# scratch pants, what's good and what's the best.



## cdwoodcox (Jul 4, 2015)

When it comes to scratch pants what does everyone else use and what are the pros and cons of each. I need to purchase a set and am torn between Cordura nylon, leather, or leather lite / aero. Also what brands hold up best. I will be working dogs in both heat and colder temperatures. Depending on the season. 
My main concern is free movement. Breathability during 90° days. Zippers not velcro. And quality of workmanship.


----------



## Chip Blasiole (May 3, 2013)

I would go with the nylon and make sure they are a little on the large size for you. I have leather, which are probably more durable and are better if you have a pup or young dog and want to give him a leg bite now and then without having to use a leg sleeve or suit pants. The nylon is lighter, much easier to get in and out of, is cooler and not as heavy to carry around or move around in. Just be sure to get something of good quality, like from Ray Allen. I'm not crazy about all their equipment, but it is usually high quality, especially their scratch pants.


----------



## mycobraracr (Dec 4, 2011)

I'm going to be opposite of Chip. I prefer my leather 100%. I started with Redline cordura pants, and they were nice, but I feel they are way hotter than my leather Schweikert's. One thing I do, is buy them big then have them altered to my length in the legs. Gives me more room to move and slip out if a dog comes in for a leg or worse crotch lol. Yes that's happened. I'm a smaller guy, but buy XL's and just shorten them up. I find the Schweikert's not only more comfortable and free moving, but much cooler in the summer.


----------



## Jax08 (Feb 13, 2009)

My helper prefers the HST's over the Gappay


----------



## cdwoodcox (Jul 4, 2015)

mycobraracr said:


> I'm going to be opposite of Chip. I prefer my leather 100%. I started with Redline cordura pants, and they were nice, but I feel they are way hotter than my leather Schweikert's. One thing I do, is buy them big then have them altered to my length in the legs. Gives me more room to move and slip out if a dog comes in for a leg or worse crotch lol. Yes that's happened. I'm a smaller guy, but buy XL's and just shorten them up. I find the Schweikert's not only more comfortable and free moving, but much cooler in the summer.

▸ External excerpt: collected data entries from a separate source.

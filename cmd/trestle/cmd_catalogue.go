package main

import (
	"fmt"
	"io"
	"strings"

	"github.com/trestle-go/trestle/materials"
	"github.com/trestle-go/trestle/sections"
)

func materialReport(m materials.Material, withSources bool) MaterialReport {
	r := MaterialReport{Name: m.Name, Kind: m.Kind.String(),
		EPa:         [3]float64{m.E.Low, m.E.Nominal, m.E.High},
		DensityKgM3: m.Density, YieldPa: m.Yield, CompressivePa: m.Compress,
		LossFactor: [3]float64{m.Loss.Low, m.Loss.Nominal, m.Loss.High}, Spread: m.Spread}
	if withSources {
		for _, s := range m.Sources {
			r.Sources = append(r.Sources, SourceReport{Figure: s.Figure, Ref: s.Ref})
		}
	}
	return r
}

func runMaterials(e env) error {
	fl := newFlags("materials", "trestle materials [flags] [NAME]",
		`Lists the material catalogue: Young's modulus as low, nominal and high
values, density, strength and damping loss factor. With NAME (found
forgivingly: "S355", "6061 T6 aluminum"), prints that material with the
source of every figure.`,
		"trestle materials\ntrestle materials --units us\ntrestle materials \"concrete C25/30\"", e)
	var of outputFlags
	of.add(fl)
	pos, u, err := fl.parseReport(e.args, 0, maxWords, &of)
	if err != nil {
		return handled(err)
	}
	var list []materials.Material
	if len(pos) > 0 {
		m, err := materials.Lookup(strings.Join(pos, " "))
		if err != nil {
			return err
		}
		list = []materials.Material{m}
	} else {
		list = materials.Catalogue()
	}
	rep := MaterialsReport{Schema: schemaMaterial}
	for _, m := range list {
		rep.Materials = append(rep.Materials, materialReport(m, len(pos) > 0))
	}
	if of.json {
		return writeJSON(e.stdout, rep)
	}
	writeMaterials(e.stdout, rep, u)
	fmt.Fprintf(e.stdout, "\nStrengths are material figures, not design resistances: no resistance or safety factors.\n")
	writeCautions(e.stdout)
	return nil
}

func writeMaterials(w io.Writer, r MaterialsReport, u unitSystem) {
	mo, de, st := u.modulus(), u.density(), u.stress()
	rated := func(v float64) string {
		if v == 0 {
			return "—"
		}
		return st.f(v)
	}
	ratedU := func(v float64) string {
		if v == 0 {
			return "not rated"
		}
		return st.fu(v)
	}
	if len(r.Materials) == 1 {
		m := r.Materials[0]
		fmt.Fprintf(w, "%s (%s)\n\n", m.Name, m.Kind)
		tw := table(w)
		fmt.Fprintf(tw, "  Young's modulus E\t%s – %s – %s %s\t(low – nominal – high)\n", mo.f(m.EPa[0]), mo.f(m.EPa[1]), mo.f(m.EPa[2]), mo.unit)
		fmt.Fprintf(tw, "  density\t%s\t\n", de.fu(m.DensityKgM3))
		fmt.Fprintf(tw, "  yield / tensile strength\t%s\t\n", ratedU(m.YieldPa))
		fmt.Fprintf(tw, "  compressive strength\t%s\t%s\n", ratedU(m.CompressivePa), map[bool]string{true: "(yield used)", false: ""}[m.CompressivePa == 0 && m.YieldPa != 0])
		fmt.Fprintf(tw, "  loss factor η\t%s – %s – %s\t\n", num(m.LossFactor[0]), num(m.LossFactor[1]), num(m.LossFactor[2]))
		tw.Flush()
		if m.Spread != "" {
			fmt.Fprintf(w, "\n  Spread: %s\n", m.Spread)
		}
		if len(m.Sources) > 0 {
			fmt.Fprintf(w, "\n  Sources\n")
			tw = table(w)
			for _, s := range m.Sources {
				fmt.Fprintf(tw, "  %s\t%s\n", s.Figure, s.Ref)
			}
			tw.Flush()
		}
		return
	}
	fmt.Fprintf(w, "Material catalogue (%d materials). E as low – nominal – high; strength — means not rated.\n\n", len(r.Materials))
	tw := table(w)
	fmt.Fprintf(tw, "  name\tkind\tE [%s]\tdensity [%s]\tyield [%s]\tcompressive [%s]\tloss factor η\n", mo.unit, de.unit, st.unit, st.unit)
	for _, m := range r.Materials {
		fmt.Fprintf(tw, "  %s\t%s\t%s – %s – %s\t%s\t%s\t%s\t%s – %s\n", m.Name, m.Kind,
			mo.f(m.EPa[0]), mo.f(m.EPa[1]), mo.f(m.EPa[2]), de.f(m.DensityKgM3), rated(m.YieldPa), rated(m.CompressivePa),
			num(m.LossFactor[0]), num(m.LossFactor[2]))
	}
	tw.Flush()
	fmt.Fprintf(w, "\nUse a name in a model file (material = \"steel S235\"), or run trestle materials NAME for the sources.\n")
}

// maxWords bounds the words of a material name or section spec given
// without quotes (trestle sections square-tube 50x3 mm); they are joined
// with spaces.
const maxWords = 32

func runSections(e env) error {
	fl := newFlags("sections", "trestle sections [flags] [SPEC]",
		`Lists the section shapes with an example spec each. With SPEC (quotes optional),
prints the section's properties: area, second moments, torsion constant,
shear areas, section moduli and radii of gyration.`,
		"trestle sections\ntrestle sections \"square-tube 50x3 mm\"\ntrestle sections --units us \"pipe 2in sch40\"", e)
	var of outputFlags
	of.add(fl)
	pos, u, err := fl.parseReport(e.args, 0, maxWords, &of)
	if err != nil {
		return handled(err)
	}
	if len(pos) == 0 {
		rep := SectionsReport{Schema: schemaSections}
		for _, k := range sections.List() {
			rep.Kinds = append(rep.Kinds, SectionKind{Name: k.Name, Description: k.Description, Example: k.Example})
		}
		if of.json {
			return writeJSON(e.stdout, rep)
		}
		fmt.Fprintf(e.stdout, "Section shapes. Write a spec as in the example; sizes take a unit (mm, cm, m, in, ft).\n\n")
		tw := table(e.stdout)
		fmt.Fprintf(tw, "  shape\texample\twhat it is\n")
		for _, k := range rep.Kinds {
			fmt.Fprintf(tw, "  %s\t%s\t%s\n", k.Name, k.Example, k.Description)
		}
		tw.Flush()
		fmt.Fprintf(e.stdout, "\nRun trestle sections \"SPEC\" for the properties of one section.\n")
		return nil
	}
	sec, err := sections.Parse(strings.Join(pos, " "))
	if err != nil {
		return err
	}
	p, err := sec.Properties()
	if err != nil {
		return err
	}
	rep := SectionReport{Schema: schemaSection, Spec: sections.Spec(sec), AM2: p.A, IyM4: p.Iy, IzM4: p.Iz, IyzM4: p.Iyz,
		JM4: p.J, AsYM2: p.AsY, AsZM2: p.AsZ, SyM3: p.Sy, SzM3: p.Sz, RyM: p.Ry, RzM: p.Rz}
	if c, ok := sec.(sections.Composite); ok {
		parts, err := c.Parts()
		if err != nil {
			return err
		}
		for _, pt := range parts {
			rep.Parts = append(rep.Parts, SectionPart{Material: pt.Material.Name, AM2: pt.A, IyM4: pt.Iy, IzM4: pt.Iz})
		}
	}
	if of.json {
		return writeJSON(e.stdout, rep)
	}
	writeSection(e.stdout, rep, u)
	return nil
}

func writeSection(w io.Writer, r SectionReport, u unitSystem) {
	a, in, sm, l := u.area(), u.inertia(), u.sectionModulus(), u.length()
	fmt.Fprintf(w, "Section %s\n\n", r.Spec)
	tw := table(w)
	fmt.Fprintf(tw, "  area A\t%s\n", a.fu(r.AM2))
	fmt.Fprintf(tw, "  second moment Iy (about y)\t%s\n", in.fu(r.IyM4))
	fmt.Fprintf(tw, "  second moment Iz (about z)\t%s\n", in.fu(r.IzM4))
	if r.IyzM4 != 0 {
		fmt.Fprintf(tw, "  product of area Iyz\t%s\n", in.fu(r.IyzM4))
	}
	fmt.Fprintf(tw, "  torsion constant J\t%s\n", in.fu(r.JM4))
	fmt.Fprintf(tw, "  shear areas Asy, Asz\t%s, %s\n", a.f(r.AsYM2), a.fu(r.AsZM2))
	fmt.Fprintf(tw, "  section moduli Sy, Sz\t%s, %s\n", sm.f(r.SyM3), sm.fu(r.SzM3))
	fmt.Fprintf(tw, "  radii of gyration ry, rz\t%s, %s\n", l.f(r.RyM), l.fu(r.RzM))
	tw.Flush()
	if len(r.Parts) > 0 {
		fmt.Fprintf(w, "\n  Parts (composite section)\n")
		tw = table(w)
		fmt.Fprintf(tw, "  material\tA [%s]\tIy [%s]\tIz [%s]\n", a.unit, in.unit, in.unit)
		for _, p := range r.Parts {
			fmt.Fprintf(tw, "  %s\t%s\t%s\t%s\n", p.Material, a.f(p.AM2), in.f(p.IyM4), in.f(p.IzM4))
		}
		tw.Flush()
	}
}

So since you're familiar with their sizes. I am 5'10'' and run about 180-185 lbs. What size would you recommend. I originally ordered a set of nylon pants off of Ray Allen and the was size chart was way off. Unfortunately I didn't try them on before driving 3 hours south for a lesson with a helper. I show up we talk for a spell he says go ahead and suit up. So, I put these things on and I couldn't hardly bend my legs they were so tight. They all got a good laugh at me that day.


----------



## mycobraracr (Dec 4, 2011)

cdwoodcox said:


> So since you're familiar with their sizes. I am 5'10'' and run about 180-185 lbs. What size would you recommend. I originally ordered a set of nylon pants off of Ray Allen and the was size chart was way off. Unfortunately I didn't try them on before driving 3 hours south for a lesson with a helper. I show up we talk for a spell he says go ahead and suit up. So, I put these things on and I couldn't hardly bend my legs they were so tight. They all got a good laugh at me that day.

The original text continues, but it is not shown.